**Assigned task**
Below are the entries; give again exactly the lines from the one mentioning "Command(0x39, longCmd[rnd.nextInt(longCmd.length)], p));" through the one mentioning "l.hs(1 - last, 15);", inclusive.

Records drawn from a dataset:
----------------

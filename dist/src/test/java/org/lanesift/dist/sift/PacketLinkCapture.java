package org.lanesift.dist.sift;

import java.io.IOException;
import java.nio.file.Path;
import java.util.ArrayList;
import java.util.List;
import java.util.Random;

/**
 * A packet link capture made in the test tree for the {@code sift} tests: a continuous DDR clock
 * of 120 MHz (UI 4.17 ns) with its edges in the middle of the data bits, two data lanes, one display
 * command per high-speed burst (DCS short writes with 0 or 1 parameter, long writes), its own skews,
 * jitter, noise and ringing. D-PHY levels and entry sequence from
 * docs/reference-facts.md#d-phy-levels-and-states; packet header, ECC and checksum from
 * docs/reference-facts.md#dsi-packets-ecc-and-checksum (checked in {@code PacketLinkCaptureTest}).
 */
final class PacketLinkCapture {
    static final double UI_S = 1 / 240e6; // 120 MHz DDR clock: 10.42 samples per UI, so edges fall at every sample phase
    static final double RATE_HZ = 2.5e9;
    /** Injected skew of each N leg against its P leg, ps: clock, lane 0, lane 1. */
    static final double[] LEG_SKEW_PS = {-24, 41, -16};
    /** Injected delay of each data lane's P leg against the clock's P leg, ps. */
    static final double[] LANE_SKEW_PS = {-110, 75};

    /**
     * One command as sent.
     *
     * @param dataType 0x05, 0x15 or 0x39
     * @param command  the DCS command byte
     * @param params   its parameters
     */
    record Command(int dataType, int command, int[] params) {
    }

    final List<Command> commands = new ArrayList<>();
    /** A fault for the fault suite: the command of this index (a long write) is sent with one payload bit flipped after its checksum was computed; -1 for none. */
    int corruptCommand = -1;

    /** ECC bit i is the XOR of these header bits (docs/reference-facts.md#dsi-packets-ecc-and-checksum). */
    private static final int[][] ECC_BITS = {
        {0, 1, 2, 4, 5, 7, 10, 11, 13, 16, 20, 21, 22, 23},
        {0, 1, 3, 4, 6, 8, 10, 12, 14, 17, 20, 21, 22, 23},
        {0, 2, 3, 5, 6, 9, 11, 12, 15, 18, 20, 21, 22},
        {1, 2, 3, 7, 8, 9, 13, 14, 15, 19, 20, 21, 23},
        {4, 5, 6, 7, 8, 9, 16, 17, 18, 19, 20, 22, 23},
        {10, 11, 12, 13, 14, 15, 16, 17, 18, 19, 21, 22, 23}};

    static int ecc(int b0, int b1, int b2) {
        int h = b0 | b1 << 8 | b2 << 16;
        int e = 0;
        for (int i = 0; i < 6; i++) {
            int x = 0;
            for (int bit : ECC_BITS[i]) {
                x ^= h >> bit & 1;
            }
            e |= x << i;
        }
        return e;
    }

    /** CRC-16, polynomial 0x1021 reflected (0x8408), initial 0xFFFF, no final XOR. */
    static int crc16(int[] bytes) {
        int crc = 0xFFFF;
        for (int b : bytes) {
            crc ^= b & 0xFF;
            for (int k = 0; k < 8; k++) {
                crc = (crc & 1) != 0 ? crc >>> 1 ^ 0x8408 : crc >>> 1;
            }
        }
        return crc;
    }

    /** The packet bytes of a command. */
    static int[] packet(Command c) {
        if (c.dataType() != 0x39) {
            int p = c.params().length == 0 ? 0 : c.params()[0];
            return new int[] {c.dataType(), c.command(), p, ecc(c.dataType(), c.command(), p)};
        }
        int[] payload = new int[c.params().length + 1];
        payload[0] = c.command();
        System.arraycopy(c.params(), 0, payload, 1, c.params().length);
        int wc = payload.length;
        int[] out = new int[4 + wc + 2];
        out[0] = 0x39;
        out[1] = wc & 0xFF;
        out[2] = wc >> 8;
        out[3] = ecc(out[0], out[1], out[2]);
        System.arraycopy(payload, 0, out, 4, wc);
        int crc = crc16(payload);
        out[4 + wc] = crc & 0xFF;
        out[5 + wc] = crc >> 8;
        return out;
    }

    private void commands(Random rnd) {
        int[] shortNoParam = {0x11, 0x29, 0x13, 0x38};
        int[] shortOneParam = {0x36, 0x3A, 0x35, 0x51, 0x53};
        int[] longCmd = {0xB1, 0xC2, 0xD4, 0xE0, 0xE1, 0xF3};
        for (int i = 0; i < 30; i++) {
            switch (i % 3) {
                case 0 -> commands.add(new Command(0x05, shortNoParam[rnd.nextInt(shortNoParam.length)], new int[0]));
                case 1 -> commands.add(new Command(0x15, shortOneParam[rnd.nextInt(shortOneParam.length)], new int[] {rnd.nextInt(256)}));
                default -> {
                    int[] p = new int[96 + rnd.nextInt(160)];
                    for (int k = 0; k < p.length; k++) {
                        p[k] = rnd.nextInt(256);
                    }
                    commands.add(new Command(0x39, longCmd[rnd.nextInt(longCmd.length)], p));
                }
            }
        }
    }

    void write(Path file, String[] legNames, long seed) throws IOException {
        Random rnd = new Random(seed);
        commands(rnd);
        // per lane: the P and N level of every unit interval
        Levels[] lanes = {new Levels(), new Levels()};
        for (Levels l : lanes) {
            l.state(1.2, 1.2, 60);
        }
        for (int ci = 0; ci < commands.size(); ci++) {
            Command c = commands.get(ci);
            int[] bytes = packet(c);
            if (ci == corruptCommand) {
                bytes[6] ^= 0x10; // a payload byte (header 4, command byte 1): the checksum no longer matches
            }
            int start = lanes[0].size();
            for (int lane = 0; lane < 2; lane++) {
                Levels l = lanes[lane];
                l.pad(start);
                l.state(1.2, 1.2, 25);      // LP-11
                l.state(0.0, 1.2, 15);      // LP-01, 60 ns
                l.state(0.0, 0.0, 15);      // LP-00, 60 ns
                l.hs(0, 38);                // HS-0, 152 ns
                l.hsByte(0xB8);             // sync byte
                int last = 0;
                for (int k = lane; k < bytes.length; k += 2) {
                    l.hsByte(bytes[k]);
                    last = bytes[k] >> 7 & 1;
                }
                l.hs(1 - last, 15);         // trail: the last bit inverted
                l.state(1.2, 1.2, 30);      // LP-11
            }
            int end = Math.max(lanes[0].size(), lanes[1].size());
            lanes[0].pad(end);
            lanes[1].pad(end);
        }
        int slots = lanes[0].size();
        int samples = (int) (slots * UI_S * RATE_HZ) - 8;
        LegWaves waves = new LegWaves(RATE_HZ, samples, 250e-12, seed + 1);
        float[][] volts = new float[6][];
        double[] clkP = new double[slots];
        double[] clkN = new double[slots];
        for (int s = 0; s < slots; s++) {
            clkP[s] = s % 2 == 0 ? 0.3 : 0.1;
            clkN[s] = s % 2 == 0 ? 0.1 : 0.3;
        }
        double base = 1e-9;
        // the clock's edges in the middle of the data bits: half a unit interval later
        volts[0] = waves.leg(clkP, UI_S, base + UI_S / 2, 20e-12, 0.05, 900e6, 0.004);
        volts[1] = waves.leg(clkN, UI_S, base + UI_S / 2 + LEG_SKEW_PS[0] * 1e-12, 20e-12, 0.05, 900e6, 0.004);
        for (int lane = 0; lane < 2; lane++) {
            double d = base + LANE_SKEW_PS[lane] * 1e-12;
            volts[2 + 2 * lane] = waves.leg(lanes[lane].p(), UI_S, d, 20e-12, 0.05, 900e6, 0.004);
            volts[3 + 2 * lane] = waves.leg(lanes[lane].n(), UI_S, d + LEG_SKEW_PS[lane + 1] * 1e-12, 20e-12, 0.05, 900e6, 0.004);
        }
        LegWaves.writeCsv(file, RATE_HZ, legNames, volts);
    }

    /** The P and N levels of one lane, one per unit interval. */
    private static final class Levels {
        private double[] p = new double[1024];
        private double[] n = new double[1024];
        private int size;

        int size() {
            return size;
        }

        void state(double pv, double nv, int uis) {
            for (int i = 0; i < uis; i++) {
                if (size == p.length) {
                    p = java.util.Arrays.copyOf(p, 2 * size);
                    n = java.util.Arrays.copyOf(n, 2 * size);
                }
                p[size] = pv;
                n[size++] = nv;
            }
        }

        /** HS bit levels: 1 is P 300 mV / N 100 mV, 0 the other way (200 mV swing around 200 mV). */
        void hs(int bit, int uis) {
            state(bit == 1 ? 0.3 : 0.1, bit == 1 ? 0.1 : 0.3, uis);
        }

        void hsByte(int b) {
            for (int k = 0; k < 8; k++) {
                hs(b >> k & 1, 1); // least significant bit first
            }
        }

        /** LP-11 up to the given length. */
        void pad(int to) {
            state(1.2, 1.2, Math.max(0, to - size));
        }

        double[] p() {
            return java.util.Arrays.copyOf(p, size);
        }

        double[] n() {
            return java.util.Arrays.copyOf(n, size);
        }
    }
}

----------------

**Solution to this problem**
                    commands.add(new Command(0x39, longCmd[rnd.nextInt(longCmd.length)], p));
                }
            }
        }
    }

    void write(Path file, String[] legNames, long seed) throws IOException {
        Random rnd = new Random(seed);
        commands(rnd);
        // per lane: the P and N level of every unit interval
        Levels[] lanes = {new Levels(), new Levels()};
        for (Levels l : lanes) {
            l.state(1.2, 1.2, 60);
        }
        for (int ci = 0; ci < commands.size(); ci++) {
            Command c = commands.get(ci);
            int[] bytes = packet(c);
            if (ci == corruptCommand) {
                bytes[6] ^= 0x10; // a payload byte (header 4, command byte 1): the checksum no longer matches
            }
            int start = lanes[0].size();
            for (int lane = 0; lane < 2; lane++) {
                Levels l = lanes[lane];
                l.pad(start);
                l.state(1.2, 1.2, 25);      // LP-11
                l.state(0.0, 1.2, 15);      // LP-01, 60 ns
                l.state(0.0, 0.0, 15);      // LP-00, 60 ns
                l.hs(0, 38);                // HS-0, 152 ns
                l.hsByte(0xB8);             // sync byte
                int last = 0;
                for (int k = lane; k < bytes.length; k += 2) {
                    l.hsByte(bytes[k]);
                    last = bytes[k] >> 7 & 1;
                }
                l.hs(1 - last, 15);         // trail: the last bit inverted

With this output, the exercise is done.